**WHAT YOU SHOULD DO**
Could you set down exactly the lines of the data below, starting at the one that holds "context?: EngineContext;" and ending at the one that holds "of its days.", both included, and only those?

**EXERCISE DATA**
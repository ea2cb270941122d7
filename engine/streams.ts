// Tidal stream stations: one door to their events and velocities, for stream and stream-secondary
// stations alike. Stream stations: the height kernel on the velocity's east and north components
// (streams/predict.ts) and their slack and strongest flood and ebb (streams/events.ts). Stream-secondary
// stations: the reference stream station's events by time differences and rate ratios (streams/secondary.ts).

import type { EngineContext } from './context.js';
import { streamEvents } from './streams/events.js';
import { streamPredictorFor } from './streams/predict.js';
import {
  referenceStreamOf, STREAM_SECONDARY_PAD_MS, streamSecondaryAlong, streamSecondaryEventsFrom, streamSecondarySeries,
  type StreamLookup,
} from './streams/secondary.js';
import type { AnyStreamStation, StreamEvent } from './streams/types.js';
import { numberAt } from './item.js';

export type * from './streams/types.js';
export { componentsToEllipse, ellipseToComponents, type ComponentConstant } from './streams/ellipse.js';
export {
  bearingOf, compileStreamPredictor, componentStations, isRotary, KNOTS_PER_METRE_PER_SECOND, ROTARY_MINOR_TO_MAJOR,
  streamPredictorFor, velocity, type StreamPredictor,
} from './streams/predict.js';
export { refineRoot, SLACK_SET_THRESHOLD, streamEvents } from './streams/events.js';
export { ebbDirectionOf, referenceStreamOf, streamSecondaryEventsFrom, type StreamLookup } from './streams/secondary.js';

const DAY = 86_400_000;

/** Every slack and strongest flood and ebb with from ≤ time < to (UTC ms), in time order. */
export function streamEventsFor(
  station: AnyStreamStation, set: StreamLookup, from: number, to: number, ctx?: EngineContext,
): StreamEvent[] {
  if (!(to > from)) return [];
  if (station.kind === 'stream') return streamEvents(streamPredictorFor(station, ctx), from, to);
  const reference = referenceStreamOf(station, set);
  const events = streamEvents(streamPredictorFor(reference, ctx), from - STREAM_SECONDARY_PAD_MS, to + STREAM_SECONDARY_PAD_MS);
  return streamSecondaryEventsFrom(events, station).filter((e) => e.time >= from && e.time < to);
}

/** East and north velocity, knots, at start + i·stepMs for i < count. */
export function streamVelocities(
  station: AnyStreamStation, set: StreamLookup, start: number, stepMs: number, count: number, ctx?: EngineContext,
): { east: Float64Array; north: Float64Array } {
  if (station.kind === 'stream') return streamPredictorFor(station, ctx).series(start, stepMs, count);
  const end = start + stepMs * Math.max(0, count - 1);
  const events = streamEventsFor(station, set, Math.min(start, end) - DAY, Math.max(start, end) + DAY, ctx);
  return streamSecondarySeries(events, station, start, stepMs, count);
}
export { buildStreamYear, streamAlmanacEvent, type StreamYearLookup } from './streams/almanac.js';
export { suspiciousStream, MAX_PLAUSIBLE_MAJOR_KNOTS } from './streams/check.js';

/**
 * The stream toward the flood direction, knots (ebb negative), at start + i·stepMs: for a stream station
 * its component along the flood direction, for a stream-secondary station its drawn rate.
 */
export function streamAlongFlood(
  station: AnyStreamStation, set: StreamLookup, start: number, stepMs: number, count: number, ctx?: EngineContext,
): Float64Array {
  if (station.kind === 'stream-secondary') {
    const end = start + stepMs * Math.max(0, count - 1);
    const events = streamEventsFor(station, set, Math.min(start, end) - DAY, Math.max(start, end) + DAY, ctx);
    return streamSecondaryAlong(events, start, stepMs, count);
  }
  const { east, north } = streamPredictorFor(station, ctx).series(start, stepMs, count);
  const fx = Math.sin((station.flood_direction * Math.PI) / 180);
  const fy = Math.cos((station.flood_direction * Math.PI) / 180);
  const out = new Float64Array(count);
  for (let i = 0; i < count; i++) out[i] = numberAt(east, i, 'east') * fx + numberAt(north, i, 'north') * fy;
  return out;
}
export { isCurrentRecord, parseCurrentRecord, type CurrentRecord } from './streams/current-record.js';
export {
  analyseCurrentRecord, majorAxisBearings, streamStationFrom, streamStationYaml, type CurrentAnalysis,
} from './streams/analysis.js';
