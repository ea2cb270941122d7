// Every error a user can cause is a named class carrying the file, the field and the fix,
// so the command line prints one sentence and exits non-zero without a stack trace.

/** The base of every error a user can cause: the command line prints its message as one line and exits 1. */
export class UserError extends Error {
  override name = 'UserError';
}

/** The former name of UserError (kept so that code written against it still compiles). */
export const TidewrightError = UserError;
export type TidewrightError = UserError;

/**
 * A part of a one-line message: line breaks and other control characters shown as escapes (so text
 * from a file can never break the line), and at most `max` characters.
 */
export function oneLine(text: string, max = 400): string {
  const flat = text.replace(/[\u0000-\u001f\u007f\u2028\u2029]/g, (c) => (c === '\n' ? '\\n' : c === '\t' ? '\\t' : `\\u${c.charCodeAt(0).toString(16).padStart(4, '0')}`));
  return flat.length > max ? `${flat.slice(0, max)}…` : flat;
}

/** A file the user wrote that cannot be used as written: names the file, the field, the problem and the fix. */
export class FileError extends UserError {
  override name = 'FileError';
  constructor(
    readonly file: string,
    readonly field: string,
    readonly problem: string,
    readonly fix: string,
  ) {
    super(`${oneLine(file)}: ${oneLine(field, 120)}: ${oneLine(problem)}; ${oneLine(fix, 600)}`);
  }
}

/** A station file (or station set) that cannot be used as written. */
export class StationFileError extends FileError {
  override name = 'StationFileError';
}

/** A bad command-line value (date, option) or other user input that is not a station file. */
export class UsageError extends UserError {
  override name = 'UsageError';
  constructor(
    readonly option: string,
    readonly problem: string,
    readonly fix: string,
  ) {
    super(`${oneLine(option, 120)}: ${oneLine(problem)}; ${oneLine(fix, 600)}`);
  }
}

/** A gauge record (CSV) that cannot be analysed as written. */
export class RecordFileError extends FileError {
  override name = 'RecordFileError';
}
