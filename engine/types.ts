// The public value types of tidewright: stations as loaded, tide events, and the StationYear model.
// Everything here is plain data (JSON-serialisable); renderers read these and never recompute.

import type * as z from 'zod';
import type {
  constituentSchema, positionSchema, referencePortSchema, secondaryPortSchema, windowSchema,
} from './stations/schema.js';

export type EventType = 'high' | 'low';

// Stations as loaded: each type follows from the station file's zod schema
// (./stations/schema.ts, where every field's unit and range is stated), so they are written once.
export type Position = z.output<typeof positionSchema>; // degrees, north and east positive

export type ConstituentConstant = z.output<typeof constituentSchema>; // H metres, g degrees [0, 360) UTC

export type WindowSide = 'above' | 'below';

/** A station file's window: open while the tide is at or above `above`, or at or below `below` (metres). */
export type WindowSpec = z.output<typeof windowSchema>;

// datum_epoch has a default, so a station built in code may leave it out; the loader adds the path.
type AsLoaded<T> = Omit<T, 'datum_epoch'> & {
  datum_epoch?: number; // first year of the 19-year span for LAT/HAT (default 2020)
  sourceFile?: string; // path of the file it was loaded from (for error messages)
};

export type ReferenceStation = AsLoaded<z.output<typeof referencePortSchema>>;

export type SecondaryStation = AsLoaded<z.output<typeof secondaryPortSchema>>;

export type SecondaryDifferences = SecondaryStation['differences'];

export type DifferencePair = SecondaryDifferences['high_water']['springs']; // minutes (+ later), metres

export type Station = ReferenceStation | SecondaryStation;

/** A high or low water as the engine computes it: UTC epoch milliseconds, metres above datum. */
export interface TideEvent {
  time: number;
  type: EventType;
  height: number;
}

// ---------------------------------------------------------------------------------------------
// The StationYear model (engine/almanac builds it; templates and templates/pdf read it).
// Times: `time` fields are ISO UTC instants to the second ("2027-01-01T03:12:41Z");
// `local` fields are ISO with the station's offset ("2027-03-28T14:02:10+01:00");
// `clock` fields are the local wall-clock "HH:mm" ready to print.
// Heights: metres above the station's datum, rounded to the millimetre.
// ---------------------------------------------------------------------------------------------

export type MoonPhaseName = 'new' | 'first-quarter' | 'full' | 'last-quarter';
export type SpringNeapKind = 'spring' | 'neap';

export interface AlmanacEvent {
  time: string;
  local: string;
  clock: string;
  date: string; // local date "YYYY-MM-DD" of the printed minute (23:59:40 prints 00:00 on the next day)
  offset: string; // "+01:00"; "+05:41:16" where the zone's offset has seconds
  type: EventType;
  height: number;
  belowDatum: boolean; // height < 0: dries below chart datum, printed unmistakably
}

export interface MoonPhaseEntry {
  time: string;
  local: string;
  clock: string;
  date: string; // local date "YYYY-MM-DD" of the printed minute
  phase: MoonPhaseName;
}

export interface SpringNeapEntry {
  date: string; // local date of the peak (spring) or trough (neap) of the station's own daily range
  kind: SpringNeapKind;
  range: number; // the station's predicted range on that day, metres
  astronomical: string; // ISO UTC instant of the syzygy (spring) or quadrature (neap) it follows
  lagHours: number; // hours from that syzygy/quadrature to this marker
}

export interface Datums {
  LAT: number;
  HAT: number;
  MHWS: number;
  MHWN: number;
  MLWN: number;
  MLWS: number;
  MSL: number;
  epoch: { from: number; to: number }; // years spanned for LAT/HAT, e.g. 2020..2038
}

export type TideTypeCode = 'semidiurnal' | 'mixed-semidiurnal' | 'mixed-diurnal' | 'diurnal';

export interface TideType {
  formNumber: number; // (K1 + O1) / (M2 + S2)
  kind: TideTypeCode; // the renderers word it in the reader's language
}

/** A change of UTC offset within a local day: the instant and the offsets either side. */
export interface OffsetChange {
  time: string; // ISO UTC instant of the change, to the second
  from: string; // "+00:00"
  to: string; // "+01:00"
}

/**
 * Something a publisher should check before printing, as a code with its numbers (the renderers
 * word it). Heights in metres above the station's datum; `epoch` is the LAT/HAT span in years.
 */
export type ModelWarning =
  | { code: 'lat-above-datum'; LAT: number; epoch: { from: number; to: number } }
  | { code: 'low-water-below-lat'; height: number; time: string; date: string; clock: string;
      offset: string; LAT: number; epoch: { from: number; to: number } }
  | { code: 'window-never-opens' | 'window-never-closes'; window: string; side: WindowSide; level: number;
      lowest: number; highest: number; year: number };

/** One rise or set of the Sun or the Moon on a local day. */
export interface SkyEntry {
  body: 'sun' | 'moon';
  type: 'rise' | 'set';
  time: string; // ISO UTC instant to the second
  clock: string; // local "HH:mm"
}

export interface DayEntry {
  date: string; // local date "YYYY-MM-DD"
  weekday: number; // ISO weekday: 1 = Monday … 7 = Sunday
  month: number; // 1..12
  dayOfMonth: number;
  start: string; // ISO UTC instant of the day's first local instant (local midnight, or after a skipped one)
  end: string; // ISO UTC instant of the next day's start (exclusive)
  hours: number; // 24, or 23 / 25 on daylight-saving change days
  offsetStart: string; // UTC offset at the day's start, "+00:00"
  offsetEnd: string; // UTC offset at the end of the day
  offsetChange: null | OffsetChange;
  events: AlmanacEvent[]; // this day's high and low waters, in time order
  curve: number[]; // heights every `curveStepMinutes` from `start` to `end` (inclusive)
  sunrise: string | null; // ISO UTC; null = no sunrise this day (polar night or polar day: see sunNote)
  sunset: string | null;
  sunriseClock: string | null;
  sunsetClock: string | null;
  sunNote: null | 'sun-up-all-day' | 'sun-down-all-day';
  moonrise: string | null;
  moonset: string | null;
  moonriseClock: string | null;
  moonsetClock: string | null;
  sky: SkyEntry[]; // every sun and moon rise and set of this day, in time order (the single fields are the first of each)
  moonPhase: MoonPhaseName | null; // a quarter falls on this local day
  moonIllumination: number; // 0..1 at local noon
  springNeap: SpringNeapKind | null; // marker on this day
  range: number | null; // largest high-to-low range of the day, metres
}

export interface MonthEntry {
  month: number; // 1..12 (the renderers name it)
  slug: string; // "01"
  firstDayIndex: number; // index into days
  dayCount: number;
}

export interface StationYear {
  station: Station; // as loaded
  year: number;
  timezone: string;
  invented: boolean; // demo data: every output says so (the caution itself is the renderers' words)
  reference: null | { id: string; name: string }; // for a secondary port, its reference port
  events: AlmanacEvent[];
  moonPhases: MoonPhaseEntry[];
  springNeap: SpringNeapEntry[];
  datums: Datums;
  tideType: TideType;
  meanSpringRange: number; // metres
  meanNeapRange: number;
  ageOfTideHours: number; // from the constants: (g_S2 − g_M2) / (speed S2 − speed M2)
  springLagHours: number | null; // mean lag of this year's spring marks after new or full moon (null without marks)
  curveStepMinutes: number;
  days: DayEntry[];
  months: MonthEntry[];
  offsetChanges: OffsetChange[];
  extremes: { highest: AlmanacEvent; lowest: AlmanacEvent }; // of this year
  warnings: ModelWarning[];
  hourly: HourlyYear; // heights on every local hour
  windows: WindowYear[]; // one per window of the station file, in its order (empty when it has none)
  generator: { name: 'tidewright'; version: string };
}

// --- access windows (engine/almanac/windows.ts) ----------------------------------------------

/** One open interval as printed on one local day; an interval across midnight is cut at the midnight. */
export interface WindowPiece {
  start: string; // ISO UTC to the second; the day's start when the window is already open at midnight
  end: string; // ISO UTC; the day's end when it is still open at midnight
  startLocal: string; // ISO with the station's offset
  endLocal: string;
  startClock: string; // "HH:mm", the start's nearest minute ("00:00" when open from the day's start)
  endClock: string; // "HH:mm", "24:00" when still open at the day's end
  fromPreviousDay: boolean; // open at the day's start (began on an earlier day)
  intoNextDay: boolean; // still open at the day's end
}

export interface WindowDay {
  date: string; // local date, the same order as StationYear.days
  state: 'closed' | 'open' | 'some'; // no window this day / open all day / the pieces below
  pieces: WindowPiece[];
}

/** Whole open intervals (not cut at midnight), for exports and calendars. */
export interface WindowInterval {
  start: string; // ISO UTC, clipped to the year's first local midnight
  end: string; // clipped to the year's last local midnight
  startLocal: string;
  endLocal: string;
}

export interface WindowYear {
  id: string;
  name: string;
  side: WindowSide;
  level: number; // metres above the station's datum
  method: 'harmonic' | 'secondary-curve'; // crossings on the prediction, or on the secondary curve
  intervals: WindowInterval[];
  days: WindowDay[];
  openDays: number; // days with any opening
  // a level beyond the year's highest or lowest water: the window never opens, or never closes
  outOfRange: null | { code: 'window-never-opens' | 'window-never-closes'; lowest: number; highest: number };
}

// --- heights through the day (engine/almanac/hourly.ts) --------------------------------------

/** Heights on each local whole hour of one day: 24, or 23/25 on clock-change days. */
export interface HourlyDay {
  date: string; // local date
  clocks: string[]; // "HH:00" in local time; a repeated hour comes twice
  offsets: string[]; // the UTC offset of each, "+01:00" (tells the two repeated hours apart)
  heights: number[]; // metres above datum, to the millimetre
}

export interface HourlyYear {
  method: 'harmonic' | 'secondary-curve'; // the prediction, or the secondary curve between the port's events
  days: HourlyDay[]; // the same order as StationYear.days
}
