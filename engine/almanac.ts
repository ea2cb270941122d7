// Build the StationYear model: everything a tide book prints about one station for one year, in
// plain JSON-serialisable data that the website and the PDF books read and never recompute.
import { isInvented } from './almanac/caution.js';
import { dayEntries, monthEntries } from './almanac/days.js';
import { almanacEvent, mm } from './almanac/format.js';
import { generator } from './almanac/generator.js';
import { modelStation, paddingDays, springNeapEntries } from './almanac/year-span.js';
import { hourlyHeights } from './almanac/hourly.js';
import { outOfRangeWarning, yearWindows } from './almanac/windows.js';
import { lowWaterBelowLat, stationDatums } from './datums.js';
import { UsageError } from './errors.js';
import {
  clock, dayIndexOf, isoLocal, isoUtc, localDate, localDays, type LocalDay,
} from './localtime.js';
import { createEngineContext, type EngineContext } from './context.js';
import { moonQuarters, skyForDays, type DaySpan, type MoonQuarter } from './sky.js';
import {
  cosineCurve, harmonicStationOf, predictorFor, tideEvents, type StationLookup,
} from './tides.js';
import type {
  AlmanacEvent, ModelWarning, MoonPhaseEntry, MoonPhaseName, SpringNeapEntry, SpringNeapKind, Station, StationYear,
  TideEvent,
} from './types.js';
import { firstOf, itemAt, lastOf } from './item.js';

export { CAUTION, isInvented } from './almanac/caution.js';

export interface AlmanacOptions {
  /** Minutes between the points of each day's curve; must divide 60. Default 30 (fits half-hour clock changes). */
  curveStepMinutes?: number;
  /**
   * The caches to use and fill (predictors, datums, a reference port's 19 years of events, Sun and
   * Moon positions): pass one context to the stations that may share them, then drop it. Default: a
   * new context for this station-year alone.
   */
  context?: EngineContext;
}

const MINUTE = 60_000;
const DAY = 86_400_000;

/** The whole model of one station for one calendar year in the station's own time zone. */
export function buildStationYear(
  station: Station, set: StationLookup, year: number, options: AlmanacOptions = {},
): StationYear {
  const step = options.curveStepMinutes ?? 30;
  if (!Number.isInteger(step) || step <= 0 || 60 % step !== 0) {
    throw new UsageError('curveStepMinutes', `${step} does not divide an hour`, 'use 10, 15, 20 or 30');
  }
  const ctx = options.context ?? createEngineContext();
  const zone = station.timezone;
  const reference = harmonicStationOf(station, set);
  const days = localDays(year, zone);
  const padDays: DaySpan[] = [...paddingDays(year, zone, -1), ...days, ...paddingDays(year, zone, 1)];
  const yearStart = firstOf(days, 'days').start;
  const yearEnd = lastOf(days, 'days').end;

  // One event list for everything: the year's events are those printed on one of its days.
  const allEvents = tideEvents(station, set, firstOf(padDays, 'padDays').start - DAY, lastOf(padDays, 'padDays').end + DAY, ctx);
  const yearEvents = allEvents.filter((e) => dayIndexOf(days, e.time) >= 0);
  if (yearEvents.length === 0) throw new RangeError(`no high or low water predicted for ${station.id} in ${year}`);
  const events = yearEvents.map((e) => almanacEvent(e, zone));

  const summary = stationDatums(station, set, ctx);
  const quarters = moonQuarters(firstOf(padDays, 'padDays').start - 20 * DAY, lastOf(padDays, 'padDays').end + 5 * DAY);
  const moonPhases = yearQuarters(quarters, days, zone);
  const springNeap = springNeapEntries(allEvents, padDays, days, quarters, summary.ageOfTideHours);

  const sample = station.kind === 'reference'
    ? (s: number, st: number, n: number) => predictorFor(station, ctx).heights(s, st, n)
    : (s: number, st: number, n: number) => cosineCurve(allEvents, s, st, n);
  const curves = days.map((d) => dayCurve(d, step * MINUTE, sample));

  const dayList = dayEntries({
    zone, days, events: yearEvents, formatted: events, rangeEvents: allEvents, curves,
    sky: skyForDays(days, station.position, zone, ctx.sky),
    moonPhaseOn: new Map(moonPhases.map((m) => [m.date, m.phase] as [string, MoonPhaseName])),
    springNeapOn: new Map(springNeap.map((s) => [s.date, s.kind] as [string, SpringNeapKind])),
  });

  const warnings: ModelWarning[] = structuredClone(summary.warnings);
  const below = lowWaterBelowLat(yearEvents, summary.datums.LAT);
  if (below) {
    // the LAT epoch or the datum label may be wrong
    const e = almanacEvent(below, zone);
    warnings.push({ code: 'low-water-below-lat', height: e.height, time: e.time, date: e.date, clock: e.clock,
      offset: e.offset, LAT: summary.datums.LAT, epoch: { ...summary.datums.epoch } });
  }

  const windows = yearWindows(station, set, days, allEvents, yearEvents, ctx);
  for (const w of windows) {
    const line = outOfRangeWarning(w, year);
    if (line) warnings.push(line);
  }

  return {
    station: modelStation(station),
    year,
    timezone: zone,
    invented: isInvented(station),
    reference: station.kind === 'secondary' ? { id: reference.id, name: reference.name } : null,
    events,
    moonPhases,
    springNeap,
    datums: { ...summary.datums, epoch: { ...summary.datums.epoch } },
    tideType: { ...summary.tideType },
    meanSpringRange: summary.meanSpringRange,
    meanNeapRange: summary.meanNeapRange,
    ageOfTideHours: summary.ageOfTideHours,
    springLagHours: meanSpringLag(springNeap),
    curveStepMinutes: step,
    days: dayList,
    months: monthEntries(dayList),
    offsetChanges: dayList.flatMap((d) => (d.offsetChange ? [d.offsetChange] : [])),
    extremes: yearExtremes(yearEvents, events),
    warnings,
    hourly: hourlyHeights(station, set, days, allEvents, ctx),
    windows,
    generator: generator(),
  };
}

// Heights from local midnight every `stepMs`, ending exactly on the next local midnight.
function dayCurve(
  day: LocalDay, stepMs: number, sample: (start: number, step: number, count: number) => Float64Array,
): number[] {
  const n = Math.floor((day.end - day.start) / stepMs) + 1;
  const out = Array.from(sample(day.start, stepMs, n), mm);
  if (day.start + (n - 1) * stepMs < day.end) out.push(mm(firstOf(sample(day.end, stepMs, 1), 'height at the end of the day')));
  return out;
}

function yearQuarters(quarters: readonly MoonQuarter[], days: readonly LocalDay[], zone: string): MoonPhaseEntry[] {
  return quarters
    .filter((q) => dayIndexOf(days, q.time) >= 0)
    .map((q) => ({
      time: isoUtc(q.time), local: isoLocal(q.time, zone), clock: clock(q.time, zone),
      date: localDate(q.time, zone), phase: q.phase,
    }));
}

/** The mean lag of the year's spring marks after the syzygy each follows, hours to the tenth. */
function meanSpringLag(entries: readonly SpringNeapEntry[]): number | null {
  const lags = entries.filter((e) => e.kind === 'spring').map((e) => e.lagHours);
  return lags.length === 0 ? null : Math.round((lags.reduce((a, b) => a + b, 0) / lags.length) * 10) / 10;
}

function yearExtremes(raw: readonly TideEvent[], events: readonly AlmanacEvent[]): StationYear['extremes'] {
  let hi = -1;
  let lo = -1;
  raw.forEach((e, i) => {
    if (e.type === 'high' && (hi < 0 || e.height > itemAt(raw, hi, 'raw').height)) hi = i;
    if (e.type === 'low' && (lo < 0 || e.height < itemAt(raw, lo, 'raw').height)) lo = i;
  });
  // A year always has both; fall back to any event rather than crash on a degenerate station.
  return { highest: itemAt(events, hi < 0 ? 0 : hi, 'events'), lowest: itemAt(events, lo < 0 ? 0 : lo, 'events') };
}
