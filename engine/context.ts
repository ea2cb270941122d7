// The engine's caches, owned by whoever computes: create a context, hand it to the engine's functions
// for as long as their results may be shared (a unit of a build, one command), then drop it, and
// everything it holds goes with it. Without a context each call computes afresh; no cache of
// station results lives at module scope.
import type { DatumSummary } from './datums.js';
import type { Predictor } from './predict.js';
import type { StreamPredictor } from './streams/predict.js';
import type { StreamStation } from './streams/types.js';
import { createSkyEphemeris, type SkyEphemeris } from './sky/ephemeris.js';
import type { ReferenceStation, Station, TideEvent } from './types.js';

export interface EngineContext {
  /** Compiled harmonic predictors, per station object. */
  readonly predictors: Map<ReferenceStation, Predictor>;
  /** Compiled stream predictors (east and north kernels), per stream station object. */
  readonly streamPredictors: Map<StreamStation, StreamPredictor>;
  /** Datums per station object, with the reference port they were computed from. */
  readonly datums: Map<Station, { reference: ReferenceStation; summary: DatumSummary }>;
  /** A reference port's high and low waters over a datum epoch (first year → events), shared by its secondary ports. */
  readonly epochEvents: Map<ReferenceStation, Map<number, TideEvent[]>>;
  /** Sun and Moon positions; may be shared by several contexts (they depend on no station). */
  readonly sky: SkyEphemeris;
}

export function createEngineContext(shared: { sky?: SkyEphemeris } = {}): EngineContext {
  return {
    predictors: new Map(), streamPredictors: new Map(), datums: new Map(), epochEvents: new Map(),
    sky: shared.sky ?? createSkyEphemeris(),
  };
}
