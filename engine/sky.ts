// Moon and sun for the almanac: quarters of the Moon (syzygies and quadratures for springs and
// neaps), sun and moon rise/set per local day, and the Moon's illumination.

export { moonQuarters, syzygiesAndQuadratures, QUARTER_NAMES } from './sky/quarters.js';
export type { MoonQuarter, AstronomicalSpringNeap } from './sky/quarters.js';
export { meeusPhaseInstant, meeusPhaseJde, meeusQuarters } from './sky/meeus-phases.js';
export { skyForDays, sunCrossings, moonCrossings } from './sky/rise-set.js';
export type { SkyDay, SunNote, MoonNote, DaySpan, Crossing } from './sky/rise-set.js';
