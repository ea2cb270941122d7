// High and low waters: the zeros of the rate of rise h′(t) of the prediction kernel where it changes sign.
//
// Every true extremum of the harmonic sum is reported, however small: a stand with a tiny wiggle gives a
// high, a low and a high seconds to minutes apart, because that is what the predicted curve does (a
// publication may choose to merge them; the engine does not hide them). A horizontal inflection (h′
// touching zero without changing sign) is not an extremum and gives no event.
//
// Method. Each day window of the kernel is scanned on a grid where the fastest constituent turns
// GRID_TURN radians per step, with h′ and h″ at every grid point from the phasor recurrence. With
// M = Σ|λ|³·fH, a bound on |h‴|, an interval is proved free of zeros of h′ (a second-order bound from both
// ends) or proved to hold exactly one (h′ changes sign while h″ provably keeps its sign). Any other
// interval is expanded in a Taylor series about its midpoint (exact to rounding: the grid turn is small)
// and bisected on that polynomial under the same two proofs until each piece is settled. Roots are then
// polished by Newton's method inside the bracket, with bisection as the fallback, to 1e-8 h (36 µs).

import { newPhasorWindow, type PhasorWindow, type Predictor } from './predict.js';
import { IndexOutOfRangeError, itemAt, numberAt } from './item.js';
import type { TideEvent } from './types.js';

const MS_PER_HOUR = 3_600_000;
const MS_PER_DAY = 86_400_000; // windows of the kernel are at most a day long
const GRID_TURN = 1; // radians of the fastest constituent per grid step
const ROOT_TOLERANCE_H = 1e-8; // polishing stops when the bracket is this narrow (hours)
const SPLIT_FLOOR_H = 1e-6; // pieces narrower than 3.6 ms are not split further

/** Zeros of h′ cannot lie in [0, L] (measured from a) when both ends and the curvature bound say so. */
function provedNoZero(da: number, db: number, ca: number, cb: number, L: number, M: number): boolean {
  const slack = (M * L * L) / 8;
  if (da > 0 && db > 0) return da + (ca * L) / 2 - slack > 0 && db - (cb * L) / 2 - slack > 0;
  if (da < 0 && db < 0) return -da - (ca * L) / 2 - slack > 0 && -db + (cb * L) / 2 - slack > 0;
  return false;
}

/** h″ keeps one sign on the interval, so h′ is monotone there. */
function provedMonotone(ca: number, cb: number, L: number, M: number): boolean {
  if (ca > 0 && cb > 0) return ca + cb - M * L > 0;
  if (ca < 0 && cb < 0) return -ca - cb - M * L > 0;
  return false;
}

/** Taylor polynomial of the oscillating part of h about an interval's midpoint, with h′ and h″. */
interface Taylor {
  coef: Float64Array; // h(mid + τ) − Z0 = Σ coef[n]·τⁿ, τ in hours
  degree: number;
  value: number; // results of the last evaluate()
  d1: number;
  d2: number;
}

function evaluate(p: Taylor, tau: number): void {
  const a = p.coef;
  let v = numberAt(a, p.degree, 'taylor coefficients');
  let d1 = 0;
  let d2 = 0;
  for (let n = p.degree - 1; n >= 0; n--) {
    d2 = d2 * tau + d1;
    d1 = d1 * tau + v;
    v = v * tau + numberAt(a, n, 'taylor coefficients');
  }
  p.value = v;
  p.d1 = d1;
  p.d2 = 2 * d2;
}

**SOLUTION FOR THIS TASK**
  context?: EngineContext;
}

const MINUTE = 60_000;
const DAY = 86_400_000;

/** The whole model of one station for one calendar year in the station's own time zone. */
export function buildStationYear(
  station: Station, set: StationLookup, year: number, options: AlmanacOptions = {},
): StationYear {
  const step = options.curveStepMinutes ?? 30;
  if (!Number.isInteger(step) || step <= 0 || 60 % step !== 0) {
    throw new UsageError('curveStepMinutes', `${step} does not divide an hour`, 'use 10, 15, 20 or 30');
  }
  const ctx = options.context ?? createEngineContext();
  const zone = station.timezone;
  const reference = harmonicStationOf(station, set);
  const days = localDays(year, zone);
  const padDays: DaySpan[] = [...paddingDays(year, zone, -1), ...days, ...paddingDays(year, zone, 1)];
  const yearStart = firstOf(days, 'days').start;
  const yearEnd = lastOf(days, 'days').end;

  // One event list for everything: the year's events are those printed on one of its days.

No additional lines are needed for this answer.